AvtoVAZ stands and falls now by the market and that market is looking decidedly shaky.

Only this week the Association of European Businesses (AEB) released yet more gloomy data showing the Russian automotive sector plunged 12% last May for new passenger and light commercial vehicle sales – and that on top of several consecutive months of significant falls.

But AvtoVAZ, along with many Russian manufacturers is having to swim against the tide of high interest rates and capital flight of US$50bn and rising, as confidence drains from the what was once a star performer in the elite BRIC club.

Clearly, Russia’s incursion into Crimea, what former European Commissioner, Peter Mandelson, at SPIEF, called an “illegal annexation,” has spooked the markets and led to vast ripples of political uncertainty spilling out across international markets.

It’s interesting to note though, Putin has been notably less bellicose of late, appearing to row back from what was a pretty hostile stance to the western powers, that evoked so much of the Cold War era in which I grew up.

That feeling of a bygone age was echoed this week by the announcement of further military deployments to States bordering Russia, former Warsaw Pact countries at that, such as the Baltics, Poland and Ukraine itself, that drew a sharp response from The Kremlin.

But all this sabre rattling must seem a world away to the Togliatti workers facing redundancy – despite AvtoVAZ’s bold claim the city has the lowest unemployment rate in Russia at a miniscule 0.6%.

“It is a difficult decision,” an AvtoVAZ spokesman told me. “Cutting is always difficult because one person, 1,000, it is always difficult. It is a life, a person, his job, his family.”

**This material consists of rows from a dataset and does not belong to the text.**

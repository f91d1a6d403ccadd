import { describe, it, expect, afterAll } from 'vitest';
import { QueryTypes } from 'sequelize';
import { client, signedIn, DEMO } from '../helpers/http';
import { db, closeDb } from '../../src/lib/server/db';
import { checkCheckpoint, keyMap, verifyBundleBytes } from '../../src/lib/domain/trail-verify';
import { nodeTrailCrypto } from '../../src/lib/server/trail/node-crypto';

afterAll(() => closeDb());

describe('GET /api/trail/verify', () => {
	it('lets an auditor verify the whole trail', async () => {
		const auditor = await signedIn(DEMO.auditor);
		const [{ n }] = await db().query<{ n: number }>('SELECT count(*)::int AS n FROM trail_events', { type: QueryTypes.SELECT });
		const r = await auditor.get('/api/trail/verify');
		expect(r.status).toBe(200);
		expect(r.body).toMatchObject({ ok: true, events: expect.any(Number), firstBrokenAt: null });
		// the seed and the sign-in above wrote events; others may have been added since the count
		expect(n).toBeGreaterThan(0);
		expect(r.body.events).toBeGreaterThanOrEqual(n);
	});

	it('lets an admin verify too', async () => {
		const r = await (await signedIn(DEMO.admin)).get('/api/trail/verify');
		expect(r.status).toBe(200);
		expect(r.body.ok).toBe(true);
	});

	it('refuses a curator and a lab member', async () => {
		for (const who of [DEMO.curator, DEMO.fennick]) {
			const r = await (await signedIn(who)).get('/api/trail/verify');
			expect(r.status).toBe(403);
			expect(r.body.error.code).toBe('forbidden');
		}
	});

	it('asks a signed-out caller to sign in', async () => {
		const r = await client().get('/api/trail/verify');
		expect(r.status).toBe(401);
		expect(r.body.error.code).toBe('unauthenticated');
	});

	it('answers only GET', async () => {
		const r = await (await signedIn(DEMO.auditor)).post('/api/trail/verify');
		expect(r.status).toBe(405);
	});
});

describe('checkpoints, keys, incremental verification and bundles over HTTP', () => {
	it('lists signed checkpoints that verify with the listed public keys', async () => {
		const auditor = await signedIn(DEMO.auditor);
		const keys = await auditor.get('/api/trail/keys');
		expect(keys.status).toBe(200);
		expect(keys.body.keys.length).toBeGreaterThan(0);
		for (const k of keys.body.keys) expect(k).toEqual({ keyId: expect.stringMatching(/^[0-9a-f]{16}$/), publicKey: expect.stringMatching(/^-----BEGIN PUBLIC KEY-----\n[\s\S]+-----END PUBLIC KEY-----\n$/), validFrom: expect.any(String), validUntil: null, current: true });
		const r = await auditor.get('/api/trail/checkpoints');
		expect(r.status).toBe(200);
		// the seed's set-up signed one, and the server signs at start-up when the head moved
		expect(r.body.checkpoints.length).toBeGreaterThan(0);
		for (const cp of r.body.checkpoints) {
			expect(Object.keys(cp).sort()).toEqual(['hash', 'keyId', 'seq', 'signature', 'signed']);
			expect(await checkCheckpoint(cp, keyMap(keys.body.keys), nodeTrailCrypto)).toMatchObject({ ok: true });
		}
		const last = await auditor.get('/api/trail/checkpoints?last=1');
		expect(last.body.checkpoints).toEqual([r.body.checkpoints.at(-1)]);
	});

	it('verifies from a checkpoint: its signature, then every event after it', async () => {
		const auditor = await signedIn(DEMO.auditor);
		const [cp] = (await auditor.get('/api/trail/checkpoints?last=1')).body.checkpoints;
		const r = await auditor.get(`/api/trail/verify?from=${cp.seq}`);
		expect(r.status).toBe(200);
		expect(r.body).toMatchObject({ ok: true, firstBrokenAt: null, checkpoint: { seq: cp.seq, keyId: cp.keyId, signature: 'valid' } });
		expect(r.body.after).toBe(r.body.head - cp.seq);
		expect((await auditor.get('/api/trail/verify?from=latest')).body).toMatchObject({ ok: true, checkpoint: { signature: 'valid' } });
	});

	it('answers a seq that is no checkpoint, and a malformed one, with errors naming the field', async () => {
		const auditor = await signedIn(DEMO.auditor);
		const none = await auditor.get('/api/trail/verify?from=999999999');
		expect(none.status).toBe(404);
		expect(none.body.error).toMatchObject({ code: 'no_checkpoint', fields: { from: expect.any(String) } });
		const bad = await auditor.get('/api/trail/verify?from=yesterday');
		expect(bad.status).toBe(400);
		expect(bad.body.error).toMatchObject({ code: 'invalid_query', fields: { from: 'must be the seq of a signed checkpoint, or latest' } });
		const backwards = await auditor.get('/api/trail/export?from=5&to=2');
		expect(backwards.status).toBe(400);
		expect(backwards.body.error.fields).toEqual({ to: 'must not be before from' });
	});

	it('exports a bundle that verifies offline', async () => {
		const auditor = await signedIn(DEMO.auditor);
		const r = await auditor.request('GET', '/api/trail/export');
		expect(r.status).toBe(200);
		expect(r.headers.get('content-type')).toMatch(/^application\/x-ndjson/);
		const text = typeof r.body === 'string' ? r.body : JSON.stringify(r.body);
		const result = await verifyBundleBytes(new TextEncoder().encode(text), nodeTrailCrypto);
		expect(result).toMatchObject({ ok: true, from: 1, firstBrokenAt: null });
		expect(result.events).toBe(Number(r.headers.get('x-regolog-bundle-events')));
		expect(result.checkpoints.valid).toBe(result.checkpoints.total);
	});

	it('lets only an admin rotate the key, and only when asked plainly', async () => {
		const admin = await signedIn(DEMO.admin);
		const r = await admin.post('/api/trail/keys', {});
		expect(r.status).toBe(422);
		expect(r.body.error.fields).toEqual({ confirm: 'must be "rotate"' });
		const auditor = await signedIn(DEMO.auditor);
		expect((await auditor.post('/api/trail/keys', { confirm: 'rotate' })).status).toBe(403);
	});
});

I’ve not been to Togliatti, but I have travelled to Trollhatten in Western Sweden, whose 50,000-strong town was decimated by the bankruptcy of Saab a couple of years back, and whose situation AvtoVAZ currently echoes to a certain extent.

I remember cafe and restaurant owners telling me of the impact Saab’s demise was having on their everyday business, of the families who no longer patronised their establishments, a story I’ve also heard from trade union leaders in Belgium as Ford shutters its Genk plant with a knock-on effect of potentially up to 11,000 job losses.

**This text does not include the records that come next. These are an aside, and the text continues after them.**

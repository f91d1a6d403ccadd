import { describe, it, expect, afterAll } from 'vitest';
import pg from 'pg';
import { randomBytes } from 'node:crypto';
import { Sequelize } from 'sequelize';
import { ensureDatabase } from '../../scripts/lib/pg.mjs';
import { grantAppPrivileges, migrateUp } from '../../src/lib/server/migrator';
import { ownerConnection } from '../../src/lib/server/db';
import { asOwner, asSuperuser, OWNER_ROLE, scratchDatabase } from '../helpers/scratch-db';

const APP = process.env.REGOLOG_DB_USER ?? 'regolog';
const APP_PASSWORD = process.env.REGOLOG_DB_PASSWORD ?? 'regolog-local';
const PORT = Number(process.env.REGOLOG_DB_PORT ?? 24320);

function appClient(database: string) {
	return new pg.Client({ host: '127.0.0.1', port: PORT, user: APP, password: APP_PASSWORD, database });
}
const ownerOf = (db: string, table: string) => asSuperuser(db, async (c) => (await c.query(`SELECT pg_get_userbyid(relowner) AS o FROM pg_class WHERE relname = $1`, [table])).rows[0]?.o);

const dropped: string[] = [];
afterAll(async () => {
	for (const d of dropped) await asSuperuser('postgres', (c) => c.query(`DROP DATABASE IF EXISTS "${d}" WITH (FORCE)`));
});

describe('two database roles', () => {
	it('hands a database the app role owned over to the owner role in place, as npm start does', async () => {
		const name = `regolog_upgrade_${randomBytes(4).toString('hex')}`;
		dropped.push(name);
		// a database as it was before the roles were split: the app's role owns it and what is in it
		await asSuperuser('postgres', (c) => c.query(`CREATE DATABASE "${name}" OWNER "${APP}"`));
		const old = appClient(name);
		await old.connect();
		await old.query(`CREATE TABLE old_things (x int); CREATE FUNCTION old_guard() RETURNS trigger LANGUAGE plpgsql AS $$ BEGIN RETURN NULL; END $$;
			CREATE TRIGGER old_no_delete BEFORE DELETE ON old_things FOR EACH ROW EXECUTE FUNCTION old_guard(); INSERT INTO old_things VALUES (1)`);
		await old.end();
		expect(await ownerOf(name, 'old_things')).toBe(APP);

		await ensureDatabase({ port: PORT, password: process.env.REGOLOG_PG_ADMIN_PASSWORD, dbName: name, user: APP, userPassword: APP_PASSWORD });
		expect(await ownerOf(name, 'old_things')).toBe(OWNER_ROLE);
		expect(await asSuperuser(name, async (c) => (await c.query(`SELECT pg_get_userbyid(datdba) AS o FROM pg_database WHERE datname = $1`, [name])).rows[0].o)).toBe(OWNER_ROLE);

		const s = new Sequelize(name, APP, APP_PASSWORD, { host: '127.0.0.1', port: PORT, dialect: 'postgres', dialectModule: pg, logging: false });
		try {
			await migrateUp(s);
			// the app reads and writes the old table, but its trigger is no longer the app's to switch off
			await s.query('INSERT INTO old_things VALUES (2)');
			expect((await s.query('SELECT count(*)::int AS n FROM old_things'))[0]).toEqual([{ n: 2 }]);
			await expect(s.query('ALTER TABLE old_things DISABLE TRIGGER old_no_delete')).rejects.toThrow(/must be owner of table old_things/);
			await expect(s.query('DROP FUNCTION old_guard() CASCADE')).rejects.toThrow(/must be owner of function old_guard/);
			await expect(s.query('CREATE TABLE sneaky (x int)')).rejects.toThrow(/permission denied for schema public/);
			// and a second hand-over changes nothing
			await ensureDatabase({ port: PORT, password: process.env.REGOLOG_PG_ADMIN_PASSWORD, dbName: name, user: APP, userPassword: APP_PASSWORD });
			expect(await ownerOf(name, 'trail_events')).toBe(OWNER_ROLE);
		} finally {
			await s.close();
		}
	});

	it('lets the app reach a table a later migration makes, without a grant of its own, and never the trail', async () => {
		const s = await scratchDatabase('roles_later');
		try {
			await migrateUp(s.sequelize);
			// as a later migration would: made by the owner, with no GRANT
			await asOwner(s.name, (c) => c.query('CREATE TABLE later_things (id serial PRIMARY KEY, note text)'));
			await s.sequelize.query(`INSERT INTO later_things (note) VALUES ('reachable at once')`);
			await s.sequelize.query(`UPDATE later_things SET note = 'and writable'`);
			await expect(s.sequelize.query('TRUNCATE later_things')).rejects.toThrow(/permission denied for table later_things/);
			await expect(s.sequelize.query('ALTER TABLE later_things ADD COLUMN y int')).rejects.toThrow(/must be owner of table later_things/);
			// the grant step after the next batch is idempotent and keeps the trail narrowed
			const owner = ownerConnection(s.sequelize);
			try {
				await grantAppPrivileges(owner, APP);
				await grantAppPrivileges(owner, APP);
			} finally {
				await owner.close();
			}
			expect((await s.sequelize.query('SELECT note FROM later_things'))[0]).toEqual([{ note: 'and writable' }]);
			await expect(s.sequelize.query(`UPDATE trail_events SET actor_label = 'x'`)).rejects.toThrow(/permission denied for table trail_events/);
			await expect(s.sequelize.query(`DELETE FROM trail_checkpoints`)).rejects.toThrow(/permission denied for table trail_checkpoints/);
			const rights = await asSuperuser(s.name, async (c) =>
				(await c.query(`SELECT privilege_type FROM information_schema.role_table_grants WHERE grantee = $1 AND table_name = 'trail_events' ORDER BY 1`, [APP])).rows.map((r) => r.privilege_type)
			);
			expect(rights).toEqual(['SELECT']);
		} finally {
			await s.drop();
		}
	});
});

Trollhatten is around one hour north of prosperous Gothenburg, whose Volvo headquarters provided some redundant staff with new opportunities, while the Swedish government also stepped in with generous redundancy packages.

But Togliatti? It’s 500 miles south east of Moscow on the leviathan Volga river and it’s as yet unclear if the Russian government will provide largesse on the same level as its Swedish counterparts.

AvtoVAZ has promised to help, working with the local authorities to help staff into alternative employment, but that is never an easy path.

The automaker is also putting a brave face on its falling sales insisting its drop in numbers was better than the market average and that May’s decline of 10% was a massive improvement on April’s fall of 16%.

Since its launch, AvtoVAZ says more than 2,000 Granta Liftbacks have been sold and that the model has enjoyed a good reception.

Andersson is equally implementing a whirlwind of productivity improvements, his keen eye misses nothing after so long in the auto business and further models in the pipeline, replete with higher quality standards, may well galvanise stagnant sales.

It’s not just Togliatti, Genk and Trollhatten of course. Antwerp with General Motors, Aulnay with PSA Peugeot Citroen and a slew of other OEM and supplier plants have had to rationlise in the brutal downturn.

But AvtoVAZ – in tandem with its competitors and the Russian supply industry – must be pinning their hopes The Kremlin – and their spooked political adversaries in the West – find a way through the current impasse to calm tempers and ease market jitters.

No matter how much some may wish it, the days of the monogorod, central planning and huge Moscow bailouts are not going to feature as part of Russian business life, but there must be times when the 13,000 Togliatti workers wish they were.